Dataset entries
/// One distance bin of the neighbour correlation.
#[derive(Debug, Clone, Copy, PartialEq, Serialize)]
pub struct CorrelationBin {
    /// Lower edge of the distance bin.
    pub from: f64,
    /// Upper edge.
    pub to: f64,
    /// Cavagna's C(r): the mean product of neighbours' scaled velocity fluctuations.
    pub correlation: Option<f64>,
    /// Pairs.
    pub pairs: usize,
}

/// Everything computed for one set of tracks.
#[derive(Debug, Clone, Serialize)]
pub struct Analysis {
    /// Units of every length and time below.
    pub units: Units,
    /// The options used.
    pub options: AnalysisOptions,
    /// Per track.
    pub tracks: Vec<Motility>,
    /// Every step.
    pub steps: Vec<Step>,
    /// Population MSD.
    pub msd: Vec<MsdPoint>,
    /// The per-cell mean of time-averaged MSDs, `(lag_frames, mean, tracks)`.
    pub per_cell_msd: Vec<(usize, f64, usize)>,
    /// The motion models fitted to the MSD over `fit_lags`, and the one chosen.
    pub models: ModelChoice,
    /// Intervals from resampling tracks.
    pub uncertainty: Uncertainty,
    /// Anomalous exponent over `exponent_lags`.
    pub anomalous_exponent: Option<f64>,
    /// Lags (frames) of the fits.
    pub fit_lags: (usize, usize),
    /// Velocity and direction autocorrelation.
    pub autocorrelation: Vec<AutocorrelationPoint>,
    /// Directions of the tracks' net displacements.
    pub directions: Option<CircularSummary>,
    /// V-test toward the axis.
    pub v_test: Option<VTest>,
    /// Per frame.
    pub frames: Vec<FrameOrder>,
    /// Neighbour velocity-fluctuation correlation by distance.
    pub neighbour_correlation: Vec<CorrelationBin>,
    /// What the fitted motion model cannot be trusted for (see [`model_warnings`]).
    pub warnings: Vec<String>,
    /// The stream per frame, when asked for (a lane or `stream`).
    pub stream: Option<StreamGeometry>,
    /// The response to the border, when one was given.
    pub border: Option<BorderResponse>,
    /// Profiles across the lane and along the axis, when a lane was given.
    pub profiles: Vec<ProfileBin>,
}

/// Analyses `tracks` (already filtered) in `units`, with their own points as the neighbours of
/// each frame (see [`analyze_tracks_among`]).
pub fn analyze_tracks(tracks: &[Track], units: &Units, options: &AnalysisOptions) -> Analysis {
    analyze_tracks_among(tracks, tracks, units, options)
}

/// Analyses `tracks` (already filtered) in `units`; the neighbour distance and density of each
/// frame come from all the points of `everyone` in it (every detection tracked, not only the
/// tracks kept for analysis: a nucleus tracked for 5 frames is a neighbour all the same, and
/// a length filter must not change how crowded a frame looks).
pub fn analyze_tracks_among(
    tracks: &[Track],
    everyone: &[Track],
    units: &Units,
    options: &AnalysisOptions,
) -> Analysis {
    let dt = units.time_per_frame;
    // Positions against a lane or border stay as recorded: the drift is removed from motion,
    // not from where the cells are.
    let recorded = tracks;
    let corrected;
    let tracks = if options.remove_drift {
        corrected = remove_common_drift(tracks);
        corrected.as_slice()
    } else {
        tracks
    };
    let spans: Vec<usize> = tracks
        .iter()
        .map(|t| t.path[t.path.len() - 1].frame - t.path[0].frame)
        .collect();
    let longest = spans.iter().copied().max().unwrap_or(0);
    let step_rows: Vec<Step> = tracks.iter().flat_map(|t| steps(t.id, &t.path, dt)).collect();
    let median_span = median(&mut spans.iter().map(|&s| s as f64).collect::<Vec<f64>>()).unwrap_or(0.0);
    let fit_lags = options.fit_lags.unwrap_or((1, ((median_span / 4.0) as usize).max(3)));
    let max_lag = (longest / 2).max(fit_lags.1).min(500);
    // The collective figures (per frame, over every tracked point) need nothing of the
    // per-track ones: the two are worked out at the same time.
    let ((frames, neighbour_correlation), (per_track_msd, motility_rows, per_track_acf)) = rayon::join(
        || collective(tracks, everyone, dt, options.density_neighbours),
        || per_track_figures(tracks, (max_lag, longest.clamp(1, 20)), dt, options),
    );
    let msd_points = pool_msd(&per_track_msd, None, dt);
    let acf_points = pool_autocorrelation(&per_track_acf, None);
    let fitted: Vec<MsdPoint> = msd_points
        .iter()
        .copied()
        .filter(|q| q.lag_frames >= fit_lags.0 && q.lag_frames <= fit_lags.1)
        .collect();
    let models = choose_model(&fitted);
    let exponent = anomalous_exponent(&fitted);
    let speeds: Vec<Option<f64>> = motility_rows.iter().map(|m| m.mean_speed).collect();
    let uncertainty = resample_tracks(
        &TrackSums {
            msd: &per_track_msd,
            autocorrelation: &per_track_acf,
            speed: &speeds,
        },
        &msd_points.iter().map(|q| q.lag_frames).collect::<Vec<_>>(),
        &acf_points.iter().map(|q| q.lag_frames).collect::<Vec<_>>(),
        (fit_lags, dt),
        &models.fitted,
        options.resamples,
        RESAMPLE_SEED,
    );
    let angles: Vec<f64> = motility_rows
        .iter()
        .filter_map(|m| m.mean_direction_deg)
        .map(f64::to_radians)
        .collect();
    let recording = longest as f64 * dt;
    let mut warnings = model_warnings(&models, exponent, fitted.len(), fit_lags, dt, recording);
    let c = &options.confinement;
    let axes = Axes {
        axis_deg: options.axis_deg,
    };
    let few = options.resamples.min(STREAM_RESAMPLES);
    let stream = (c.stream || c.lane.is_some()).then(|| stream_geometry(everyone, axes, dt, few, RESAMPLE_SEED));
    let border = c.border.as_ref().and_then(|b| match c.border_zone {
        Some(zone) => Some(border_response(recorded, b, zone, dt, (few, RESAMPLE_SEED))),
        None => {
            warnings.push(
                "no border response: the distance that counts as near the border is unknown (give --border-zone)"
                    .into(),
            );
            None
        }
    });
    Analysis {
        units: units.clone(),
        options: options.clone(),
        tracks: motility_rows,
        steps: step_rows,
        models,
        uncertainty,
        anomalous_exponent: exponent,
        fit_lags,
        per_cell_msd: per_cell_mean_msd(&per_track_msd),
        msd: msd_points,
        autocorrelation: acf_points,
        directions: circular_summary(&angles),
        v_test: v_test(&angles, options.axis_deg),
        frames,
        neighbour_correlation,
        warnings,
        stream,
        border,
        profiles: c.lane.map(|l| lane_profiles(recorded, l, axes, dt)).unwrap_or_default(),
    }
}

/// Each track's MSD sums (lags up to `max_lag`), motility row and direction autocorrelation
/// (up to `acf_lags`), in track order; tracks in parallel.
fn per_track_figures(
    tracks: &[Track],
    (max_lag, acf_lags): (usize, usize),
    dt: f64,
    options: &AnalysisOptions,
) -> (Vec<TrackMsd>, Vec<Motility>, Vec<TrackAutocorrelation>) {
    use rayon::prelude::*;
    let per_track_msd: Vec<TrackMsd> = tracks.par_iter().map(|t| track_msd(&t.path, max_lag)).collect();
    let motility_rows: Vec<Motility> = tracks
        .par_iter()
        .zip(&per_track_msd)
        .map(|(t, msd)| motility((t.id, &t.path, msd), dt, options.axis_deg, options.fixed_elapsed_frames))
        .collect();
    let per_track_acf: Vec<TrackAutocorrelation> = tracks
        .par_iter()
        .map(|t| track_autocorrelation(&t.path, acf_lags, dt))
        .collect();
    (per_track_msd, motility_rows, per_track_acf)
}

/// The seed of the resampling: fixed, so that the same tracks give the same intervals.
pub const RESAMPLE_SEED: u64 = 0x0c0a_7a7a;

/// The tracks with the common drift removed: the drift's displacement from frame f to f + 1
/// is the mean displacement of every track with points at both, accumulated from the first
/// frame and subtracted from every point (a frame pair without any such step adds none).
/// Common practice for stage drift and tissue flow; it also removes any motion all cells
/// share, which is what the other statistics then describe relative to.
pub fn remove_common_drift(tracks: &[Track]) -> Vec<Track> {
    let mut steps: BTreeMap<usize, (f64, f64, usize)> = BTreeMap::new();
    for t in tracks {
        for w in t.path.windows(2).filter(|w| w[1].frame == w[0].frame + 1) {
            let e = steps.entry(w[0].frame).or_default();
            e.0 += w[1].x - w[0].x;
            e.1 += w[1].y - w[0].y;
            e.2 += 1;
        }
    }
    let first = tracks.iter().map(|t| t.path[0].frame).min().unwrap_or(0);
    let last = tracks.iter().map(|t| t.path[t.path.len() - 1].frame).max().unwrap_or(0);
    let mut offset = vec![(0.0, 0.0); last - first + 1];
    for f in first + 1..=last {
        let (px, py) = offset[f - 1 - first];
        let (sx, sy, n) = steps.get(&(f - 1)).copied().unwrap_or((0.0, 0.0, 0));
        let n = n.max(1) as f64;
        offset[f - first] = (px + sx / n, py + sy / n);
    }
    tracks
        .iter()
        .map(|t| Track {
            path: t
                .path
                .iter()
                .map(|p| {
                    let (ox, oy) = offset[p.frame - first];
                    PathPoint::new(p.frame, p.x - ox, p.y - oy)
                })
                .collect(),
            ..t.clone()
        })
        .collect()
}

ABOUT THIS EXERCISE:
Your answer should be every line above that contains the word "distance".

WRITTEN RESPONSE:
/// One distance bin of the neighbour correlation.
    /// Lower edge of the distance bin.
    /// Neighbour velocity-fluctuation correlation by distance.
/// Analyses `tracks` (already filtered) in `units`; the neighbour distance and density of each
                "no border response: the distance that counts as near the border is unknown (give --border-zone)"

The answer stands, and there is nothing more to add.